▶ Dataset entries
*** Begin section ***

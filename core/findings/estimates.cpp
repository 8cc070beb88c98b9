// SPDX-License-Identifier: GPL-3.0-or-later
#include "core/findings/estimates.h"

#include "core/findings/words.h"
#include "core/preference/diagnostics.h"

#include <algorithm>
#include <cmath>
#include <fmt/core.h>
#include <limits>
#include <numbers>
#include <stdexcept>

namespace whichway {
namespace {

constexpr double kNumeraireCertain = 0.99;
constexpr double kSignDetermined = 0.95; // only marks; nothing is hidden

std::vector<double> column(const Matrix& matrix, std::size_t index) {
    std::vector<double> values(matrix.rows);
    for (std::size_t i = 0; i < matrix.rows; ++i)
        values[i] = matrix(i, index);
    return values;
}

/// Percentile of sorted values.
double percentile(const std::vector<double>& sorted, double p) {
    const double position = p * static_cast<double>(sorted.size() - 1);
    const auto below = static_cast<std::size_t>(position);
    const double part = position - static_cast<double>(below);
    if (part == 0 || below + 1 == sorted.size() || sorted[below] == sorted[below + 1])
        return sorted[below];
    const double between = (1 - part) * sorted[below] + part * sorted[below + 1];
    return std::isnan(between) ? sorted[below] : between; // between the two infinities
}

bool isLog(const FeatureDefinition& feature) {
    return feature.scale == FeatureScale::Log;
}

/// The change of a feature that a trade-off speaks of, on the scale that was standardised.
double stepOf(const FeatureDefinition& feature) {
    return isLog(feature) ? std::numbers::ln2 : feature.speakPer;
}

/// "0.1 m more closest distance", "twice the roughness".
std::string stepText(const FeatureDefinition& feature, bool more) {
    if (isLog(feature))
        return fmt::format("{} the {}", more ? "twice" : "half", inSentence(feature.label));
    return fmt::format("{} {} {}", spokenQuantity(spokenNumber(feature.speakPer), feature.unit),
                       more ? "more" : "less", inSentence(feature.label));
}

/// A change of the numeraire; a numeraire of no weight at all pays for nothing.
double changeOf(double featureSlope, double numeraireSlope) {
    if (numeraireSlope == 0)
        return featureSlope == 0 ? 0 : std::copysign(std::numeric_limits<double>::infinity(), -featureSlope);
    return -featureSlope / numeraireSlope;
}

void putIntoWords(TradeOff& found, const FeatureDefinition& feature, const FeatureDefinition& numeraire,
                  bool numeraireLiked) {
    // Giving up means more of a numeraire that is disliked, less of one that is liked.
    const double payment = numeraireLiked ? -1 : 1;
    const bool more = found.change.median * payment >= 0;
    const double turn = more ? payment : -payment;
    double low = turn * found.change.low, high = turn * found.change.high;
    if (turn < 0)
        std::swap(low, high);
    const int decimals = decimalsFor(high - low);
    const std::string unit = isLog(numeraire) ? "doublings" : numeraire.unit;
    found.give = spokenQuantity(spokenNumber(turn * found.change.median, decimals), unit);
    found.giveWhat = fmt::format("{} {}", numeraireLiked ? "less" : "more", inSentence(numeraire.label));
    found.forWhat = stepText(feature, more);
    found.range = spokenRange(low, high, decimals, unit);
    found.sentence = fmt::format("For {}, this person accepts {} {} (90\u00a0% interval {}).", found.forWhat,
                                 found.give, found.giveWhat, found.range);
    if (found.featureSignProbability < kSignDetermined)
        found.sentence += fmt::format(" That {} of it is liked is certain only to {:.2f}.",
                                      more ? "more" : "less", found.featureSignProbability);
}

std::string undeterminedSentence(const TradeOff& found, const FeatureDefinition& numeraire) {
    return fmt::format(
        "What {} is worth is not determined: whether more or less {} is liked is certain only to "
        "{:.2f}, and {:.2f} is asked for.",
        found.forWhat, inSentence(numeraire.label), std::floor(100 * found.signProbability) / 100,
        kNumeraireCertain);
}

} // namespace

Interval intervalOf(std::vector<double> values) {
    if (values.empty())
        throw std::invalid_argument("an interval needs values");
    if (std::any_of(values.begin(), values.end(), [](double value) { return std::isnan(value); }))
        throw std::invalid_argument("a value is not a number");
    std::sort(values.begin(), values.end());
    return {
        .median = percentile(values, 0.5), .low = percentile(values, 0.05), .high = percentile(values, 0.95)};
}

double probabilityPositive(const std::vector<double>& values) {
    if (values.empty())
        throw std::invalid_argument("a probability needs values");
    double positive = 0;
    for (const double value : values)
        positive += value > 0 ? 1 : (value == 0 ? 0.5 : 0);
    return positive / static_cast<double>(values.size());
}

WeightFindings findWeights(const Protocol& protocol, const Draws& draws) {
    const std::size_t n = draws.count(), d = draws.weights.columns;
    Matrix directions(n, d);
    std::vector<double> lengths(n);
    WeightFindings findings{.meanDirection = std::vector<double>(d, 0.0), .covariance = Matrix(d, d)};
    std::vector<double> mean(d, 0.0);
    for (std::size_t i = 0; i < n; ++i) {
        lengths[i] = std::sqrt(dot(draws.weights.row(i), draws.weights.row(i)));
        for (std::size_t j = 0; j < d; ++j) {
            directions(i, j) = lengths[i] > 0 ? draws.weights(i, j) / lengths[i] : 0;
            findings.meanDirection[j] += directions(i, j);
            mean[j] += draws.weights(i, j) / static_cast<double>(n);
        }
    }
    const double length = std::sqrt(dot(findings.meanDirection, findings.meanDirection));
    for (double& component : findings.meanDirection)
        component = length > 0 ? component / length : 0;
    std::vector<double> cosines(n);
    for (std::size_t i = 0; i < n; ++i) {
        cosines[i] = dot(directions.row(i), findings.meanDirection);
        for (std::size_t a = 0; a < d; ++a)
            for (std::size_t b = 0; b < d; ++b)
                findings.covariance(a, b) += (draws.weights(i, a) - mean[a]) *
                                             (draws.weights(i, b) - mean[b]) / static_cast<double>(n - 1);
    }
    findings.directionPrecision = quantileOf(cosines, 0.05);
    findings.sensitivity = intervalOf(lengths);
    for (std::size_t j = 0; j < d; ++j) {
        const std::vector<double> weights = column(draws.weights, j);
        std::vector<double> perUnit = weights;
        for (double& value : perUnit)
            value /= protocol.table.standardisation[j].deviation;
        findings.features.push_back({.feature = protocol.features[j].name,
                                     .direction = intervalOf(column(directions, j)),
                                     .standardised = intervalOf(weights),
                                     .perUnit = intervalOf(perUnit),
                                     .positive = probabilityPositive(weights)});
    }
    return findings;
}

std::vector<TradeOff> findTradeOffs(const Protocol& protocol, const Draws& draws) {
    const auto numeraire =
        std::find_if(protocol.features.begin(), protocol.features.end(),
                     [&](const FeatureDefinition& feature) { return feature.name == protocol.numeraire; });
    if (numeraire == protocol.features.end())
        throw std::invalid_argument("findTradeOffs: the protocol has no such numeraire");
    const auto n = static_cast<std::size_t>(numeraire - protocol.features.begin());
    if (draws.count() == 0 || draws.weights.columns != protocol.features.size() ||
        protocol.table.standardisation.size() != protocol.features.size())
        throw std::invalid_argument("findTradeOffs: the draws do not fit the protocol");
    const double liked = probabilityPositive(column(draws.weights, n));
    const double numeraireStep = isLog(*numeraire) ? std::numbers::ln2 : 1.0;
    const auto slope = [&](std::size_t draw, std::size_t feature, double step) {
        return draws.weights(draw, feature) / protocol.table.standardisation[feature].deviation * step;
    };

    std::vector<TradeOff> tradeOffs;
    for (std::size_t j = 0; j < protocol.features.size(); ++j) {
        if (j == n)
            continue;
        const FeatureDefinition& feature = protocol.features[j];
        const double positive = probabilityPositive(column(draws.weights, j));
        TradeOff tradeOff{.feature = feature.name,
                          .signProbability = std::max(liked, 1 - liked),
                          .featureSignProbability = std::max(positive, 1 - positive),
                          .forWhat = stepText(feature, true)};
        tradeOff.determined = tradeOff.signProbability >= kNumeraireCertain;
        std::vector<double> changes(draws.count());
        for (std::size_t i = 0; i < changes.size(); ++i)
            changes[i] = changeOf(slope(i, j, stepOf(feature)), slope(i, n, numeraireStep));
        tradeOff.change = intervalOf(std::move(changes));
        if (tradeOff.determined)
            putIntoWords(tradeOff, feature, *numeraire, liked > 0.5);
        else
            tradeOff.sentence = undeterminedSentence(tradeOff, *numeraire);
        tradeOffs.push_back(std::move(tradeOff));
    }
    return tradeOffs;
}

BestMotions findBestMotions(const Protocol& protocol, const Draws& draws) {
    const Matrix& features = protocol.table.standardised;
    std::vector<double> mean(features.rows, 0.0), utility(features.rows);
    std::vector<int> best(features.rows, 0), worst(features.rows, 0);
    double sumOfMax = 0, sumOfMean = 0;
    for (std::size_t i = 0; i < draws.count(); ++i) {
        double total = 0;
        for (std::size_t m = 0; m < features.rows; ++m) {
            utility[m] = dot(draws.weights.row(i), features.row(m));
            mean[m] += utility[m];
            total += utility[m];
        }
        const auto [low, high] = std::minmax_element(utility.begin(), utility.end());
        ++best[static_cast<std::size_t>(high - utility.begin())];
        ++worst[static_cast<std::size_t>(low - utility.begin())];
        sumOfMax += *high;
        sumOfMean += total / static_cast<double>(features.rows);
    }
    const auto [low, high] = std::minmax_element(mean.begin(), mean.end());
    const auto b = static_cast<std::size_t>(high - mean.begin()),
               w = static_cast<std::size_t>(low - mean.begin());
    const auto count = static_cast<double>(draws.count());
    BestMotions found;
    found.best = {.motion = protocol.table.motions[b], .probability = best[b] / count};
    found.worst = {.motion = protocol.table.motions[w], .probability = worst[w] / count};
    if (sumOfMax > sumOfMean) // else all motions are alike
        found.expectedRegret = std::max(0.0, (sumOfMax - mean[b]) / (sumOfMax - sumOfMean));
    return found;
}

} // namespace whichway
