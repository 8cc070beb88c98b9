// SPDX-License-Identifier: GPL-3.0-or-later
#pragma once

#include "core/session/conductor.h"

#include <string>
#include <string_view>
#include <vector>

namespace whichway {

/// A session conducted over lines of JSON, so that a button box, a script or a robot's console can stand in
/// for the stage. One JSON object a line in each direction, UTF-8. No line carries the participant's code.
///
/// Out, "type" and further fields:
///   instruction  page, pages, text (no reply needed)           break     text (no reply needed)
///   practice     trial, kind, left, right, question, confidence (the words), cannot_tell (true or false),
///   done, total pair         the same                                      waiting   no pair is ready yet
///   saved        trial, digest: SHA-256 of "TRIAL LEFT RIGHT ANSWER" (ANSWER from -K to K): it is on disk
///   undone       trial                                         paused, noted
///   refused      reason: the line before was not taken, and the pair stands
///   finished     how ("finished" or "stopped"), text, answers
/// In:
///   answer       choice ("left", "right" or "cannot tell"), confidence (1 … K, not with "cannot tell"), and
///                optionally trial (refused unless it is on the stage), response_time (s), replays
///   undo         takes the last answer back until the next pair is out
///   pause, go on, note (text), stop
///
/// Text in, text out: reading, writing and waiting are the caller's.
class LineSession {
public:
    /// `conductor` must outlive it. A resumed session first repeats the last saved trial.
    explicit LineSession(Conductor& conductor, bool resumed);

    /// What to write first.
    std::vector<std::string> start();
    /// What to write in reply to one line.
    std::vector<std::string> handle(std::string_view line);
    /// True while the program should go on by itself, by `proceed`, once the moment for `undo` is over.
    bool mayProceed() const;
    std::vector<std::string> proceed();
    bool ended() const;

private:
    std::vector<std::string> promptLines();
    std::string savedLine() const;

    Conductor& conductor_;
    bool resumed_;
};

} // namespace whichway
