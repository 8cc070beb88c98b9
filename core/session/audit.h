// SPDX-License-Identifier: GPL-3.0-or-later
#pragma once

#include "core/files/file_system.h"
#include "core/journal/session_folder.h"
#include "core/result.h"

#include <cstdint>
#include <stop_token>
#include <string>
#include <vector>

namespace whichway {

enum class Sameness {
    Same,             ///< to the last bit
    WithinMonteCarlo, ///< every mean within 4 combined Monte Carlo standard errors
    Different,
    NotThere ///< there is nothing to compare
};

/// What a replay of a session found. The hash chain shows accidental damage and careless edits, not malice.
struct SessionAudit {
    std::uint64_t events = 0;
    std::uint64_t tornBytes = 0; ///< a record that was being written when the program ended; no damage
    Sameness trials = Sameness::NotThere; ///< the schedule drawn again, and what was shown against it
    std::vector<std::string> trialDifferences = {};
    int plans = 0;
    Sameness planned = Sameness::NotThere; ///< every adopted plan computed again from its request
    std::vector<std::string> planDifferences = {};
    Sameness estimates = Sameness::NotThere; ///< the estimate computed again
    std::vector<std::string> estimateDifferences = {};

    bool holds() const {
        return trials != Sameness::Different && planned != Sameness::Different &&
               estimates != Sameness::Different;
    }
};

/// Rebuilds a session from its journal alone and compares it with what the journal says happened.
/// @return the journal's error ("journal.corrupt", "journal.order", …) if it is not intact; kCancelled.
Result<SessionAudit> auditSession(const FileSystem& files, const SessionFolder& folder,
                                  std::stop_token stop = {});

} // namespace whichway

*** End section ***

▶ WORK ITEM
Repeat exactly the lines above from the one with "std::vector<std::string> start();" up to and including the one with "the last bit". No other line belongs in the reply.

▶ YOUR RESPONSE
    std::vector<std::string> start();
    /// What to write in reply to one line.
    std::vector<std::string> handle(std::string_view line);
    /// True while the program should go on by itself, by `proceed`, once the moment for `undo` is over.
    bool mayProceed() const;
    std::vector<std::string> proceed();
    bool ended() const;

private:
    std::vector<std::string> promptLines();
    std::string savedLine() const;

    Conductor& conductor_;
    bool resumed_;
};

} // namespace whichway
repository 8cc070beb88c98b9
filename core/session/audit.h
// SPDX-License-Identifier: GPL-3.0-or-later
#pragma once

#include "core/files/file_system.h"
#include "core/journal/session_folder.h"
#include "core/result.h"

#include <cstdint>
#include <stop_token>
#include <string>
#include <vector>

namespace whichway {

enum class Sameness {
    Same,             ///< to the last bit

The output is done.